Yelp / MOE

A global, black box optimization engine for real world metric optimization.
Other
1.3k stars 139 forks source link

Discontinuous (integer) search spaces in MOE #438

Open HGeerlings opened 9 years ago

HGeerlings commented 9 years ago

I had a question in regards to using MOE for making guesses over discontinuous spaces.

Say we had a space with vectors such as: [1, 5, 6], [9, 23, 11], etc. that are indeed continuous, but only in terms of integers (i.e. the domain of integers lies between 1 and 24 for above). Since MOE guesses float values such as 2.3948573 ... , I was wondering if there is any way you guys know of implementing integer guesses over the domain aside from simply rounding off the float values that MOE guesses; I feel this may hamper MOE's effectiveness, and also lead to repeated experiments. Any word on this would be very helpful.

Thanks!

dwinston commented 9 years ago

This was raised with #369 and closed, but never truly resolved unless your problem maps neatly to a multi-armed bandit solution. It seems your rounding/flooring tactic was the first answer given.

jialeiwang commented 8 years ago

Right now the optimization routines that maximize ExpectedImprovement are all designed for continuous space unfortunately. A simple fix would be to add optimization methods that work for discrete space, for example, genetic algorithm, to maximize ExpectedImprovement.

suntzu86 commented 8 years ago

Sorry I've been gone for so long! See: #448 for details.

@jialeiwang, I'm not sure adding a genetic algorithm would be so simple. How would the evolution process work? It'd need to take advantage of the structure of the covariance space to do better than just guessing integer values randomly, I would think.

@dwinston, #369 was closed because it was a question... the technical side of that didn't really happen and is quite hard in general. We were only trying to provide some color on what could be done currently with MOE.

@HGeerlings, I'll try to provide some guidance on using MOE for problems with integer components. For integers, what I have done in practice is the following

  1. Round MOE's output to the nearest integer.
  2. Restrict the hyperparameter domain. Since the values are ints, having a length scale of 0.001 is ridiculous. I've found a min in the range of 0.4 to 0.7 works well (case-dependent though). 0.5 has been reasonable. For the max, something like 1 to 10x the domain width is usually fine.

To see more of what I mean, fire up MOE's plotting interface. Add a point at 0 with fcn value 1. Then vary the length scale and see what the space in between 0 and 1 look like. You'll notice that at say length=0.1, MOE returns to the prior before you reach x=1. This is nonsense b/c if x is integral, we know there is no signal between 0 and 1. If you set the length=2.0, then at x=1.0, MOE still strongly feels the signal from x=0.0. This may destroy real signal in your problem.

It's a tradeoff. If you make the min hyperparam too large, you can mute out higher frequency signals. If you make it too small, MOE could always want to explore say 1.5 (if you've given it 1 and 2) b/c the uncertainty in the middle will be very high (i.e., almost back to the prior).

As for effectiveness, you are exactly right. It does hamper MOE's effectiveness to do this. But picking the right hyperparameters can mitigate the downsides. If there are a lot of integer dimensions (and few or no continuous ones), the negative performance impact tends to be exacerbated.

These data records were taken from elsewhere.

/// Which of the documented errors an element constructor may give, and whether the parameters
/// themselves are impossible (then it must refuse).
fn element<T: Bits>(input: &mut Input<'_>) -> Element<T> {
    match input.u8() % 10 {
        0 => Element::Drift {
            length_m: param(input),
        },
        1 => Element::Quadrupole {
            length_m: param(input),
            gradient_t_per_m: param(input),
        },
        2 => Element::ThinQuadrupole {
            integrated_gradient_t: param(input),
        },
        3 => Element::ElectrostaticQuadrupole {
            length_m: param(input),
            voltage_v: param(input),
            aperture_radius_m: param(input),
        },
        4 => Element::SectorDipole {
            length_m: param(input),
            angle_rad: param(input),
            entry_angle_rad: param(input),
            exit_angle_rad: param(input),
        },
        5 => Element::Solenoid {
            length_m: param(input),
            field_t: param(input),
        },
        6 => Element::AcceleratingGap {
            voltage_v: param(input),
        },
        7 => Element::Monitor {
            id: u16::from(input.u8()),
        },
        8 => Element::MagneticKick {
            integrated_field_tm: param(input),
            direction: KickDirection::Vertical,
        },
        _ => Element::HardEdgeDipole {
            field_t: param(input),
            length_m: param(input),
        },
    }
}

/// The element's map and the reference after it, from `Element::try_map`, checked against its
/// `TransferMap` constructor (bit for bit) and the constructor's documentation.
fn constructor<T: Bits>(
    e: &Element<T>,
    r: &Motion<T>,
) -> Result<(TransferMap<T>, Motion<T>), Error> {
    let fin = |xs: &[T]| xs.iter().all(|x| x.is_finite());
    let neutral = r.species().charge() == T::ZERO;
    let half_pi = T::PI * T::HALF;
    // (result, impossible parameters, documented errors)
    let (result, impossible, allowed): (Result<TransferMap<T>, Error>, bool, &[Error]) = match *e {
        Element::Drift { length_m } => (
            TransferMap::try_drift(r, length_m),
            !fin(&[length_m]) || length_m < T::ZERO,
            &[Error::NonFinite, Error::NonPositiveLength, Error::Overflow],
        ),
        Element::Quadrupole {
            length_m,
            gradient_t_per_m,
        } => (
            TransferMap::try_quadrupole(r, length_m, gradient_t_per_m),
            !fin(&[length_m, gradient_t_per_m]) || length_m <= T::ZERO || neutral,
            &[
                Error::NonFinite,
                Error::NonPositiveLength,
                Error::ZeroCharge,
                Error::Overflow,
            ],
        ),
        Element::ThinQuadrupole {
            integrated_gradient_t,
        } => (
            TransferMap::try_thin_quadrupole(r, integrated_gradient_t),
            !fin(&[integrated_gradient_t]) || neutral,
            &[Error::NonFinite, Error::ZeroCharge, Error::Overflow],
        ),
        Element::ElectrostaticQuadrupole {
            length_m,
            voltage_v,
            aperture_radius_m,
        } => (
            TransferMap::try_electrostatic_quadrupole(r, length_m, voltage_v, aperture_radius_m),
            !fin(&[length_m, voltage_v, aperture_radius_m])
                || length_m <= T::ZERO
                || aperture_radius_m <= T::ZERO
                || neutral,
            &[
                Error::NonFinite,
                Error::NonPositiveLength,
                Error::ZeroCharge,
                Error::Overflow,
            ],
        ),
        Element::SectorDipole {
            length_m,
            angle_rad,
            entry_angle_rad,
            exit_angle_rad,
        } => (
            TransferMap::try_sector_dipole(r, length_m, angle_rad, entry_angle_rad, exit_angle_rad),
            !fin(&[length_m, angle_rad, entry_angle_rad, exit_angle_rad])
                || length_m <= T::ZERO
                || entry_angle_rad.abs() >= half_pi
                || exit_angle_rad.abs() >= half_pi,
            &[
                Error::NonFinite,
                Error::NonPositiveLength,
                Error::AngleOutOfRange,
                Error::Overflow,
            ],
        ),
        Element::Solenoid { length_m, field_t } => (
            TransferMap::try_solenoid(r, length_m, field_t),
            !fin(&[length_m, field_t]) || length_m <= T::ZERO || neutral,
            &[
                Error::NonFinite,
                Error::NonPositiveLength,
                Error::ZeroCharge,
                Error::Overflow,
            ],
        ),
        Element::AcceleratingGap { voltage_v } => {
            let result = TransferMap::try_gap(r, voltage_v);
            if let Ok((m, after)) = &result {
                check_map("gap", m);
                let gain = r.species().charge() * voltage_v;
                assert!(
                    after.species() == r.species() && after.kinetic_energy() >= T::ZERO,
                    "gap: {after:?}"
                );
                if gain == T::ZERO {
                    assert_eq!(after, r, "a gap of no gain changed the reference");
                }
            }
            (
                result.map(|(m, _)| m),
                !fin(&[voltage_v]),
                &[Error::NonFinite, Error::BelowRestEnergy, Error::Overflow],
            )
        }
        _ => return e.try_map(r),
    };
    match &result {
        Ok(m) => {
            assert!(!impossible, "accepted the impossible {e:?} at {r:?}");
            check_map("element", m);
        }
        Err(err) => assert!(allowed.contains(err), "{e:?} at {r:?} refused with {err:?}"),
    }
    // The element's own map agrees with its constructor, bit for bit.
    let mapped = e.try_map(r);
    assert_eq!(
        mapped.map(|(m, _)| m),
        result,
        "Element::try_map and the constructor of {e:?} disagree"
    );
    mapped
}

If you're finding too many repeated experiments, bump up the length scale a little so that MOE is less interested in the space in between integers. Also, you may get repeated experiments because MOE is done. As a dumb example, if I want to optimize an integer x on [0, 1], after sampling 0 and 1, there's nothing else to do. More generally, you may find that even after increasing the length scale substantially, MOE still wants to resample a known point... this would imply that the unknown points are all expected to be terrible and MOE believes it is done. In a non-integer problem, this would be true.

Not so in an integer problem though :( You could try...

Super long-term there are other ideas on how to make our GP model handle integers more intelligently. We'd probably want to adapt some kind of integer optimization scheme. Maybe an approximate one like a genetic algorithm. Maybe an exact one like branch & bound (where you kernalize the continuous search to bound the expected improvement in say 0<=x<5 vs 5<=x<=10 if x is an integer in [0,10]). These are probably pretty far off though...

RokoMijic commented 7 years ago

Super long-term there are other ideas on ...

In the short-term it would be nice if MOE had some way of handling integer dimensions.

For example, MOE could handle an integer dimension by running a GP with covariance 0.5, concentrating all probability mass onto integer values in that dimension and restricting the domain of the acquisition function to integers in that dimension. This would avoid the really hacky solutions you described above, e.g.:

restrict the domain bounds, ... add a fake point

It's probably not going to be as good as the best possible way of handling integers, but it's a strict improvement on adding fake points. Are you open to pull requests for something like this?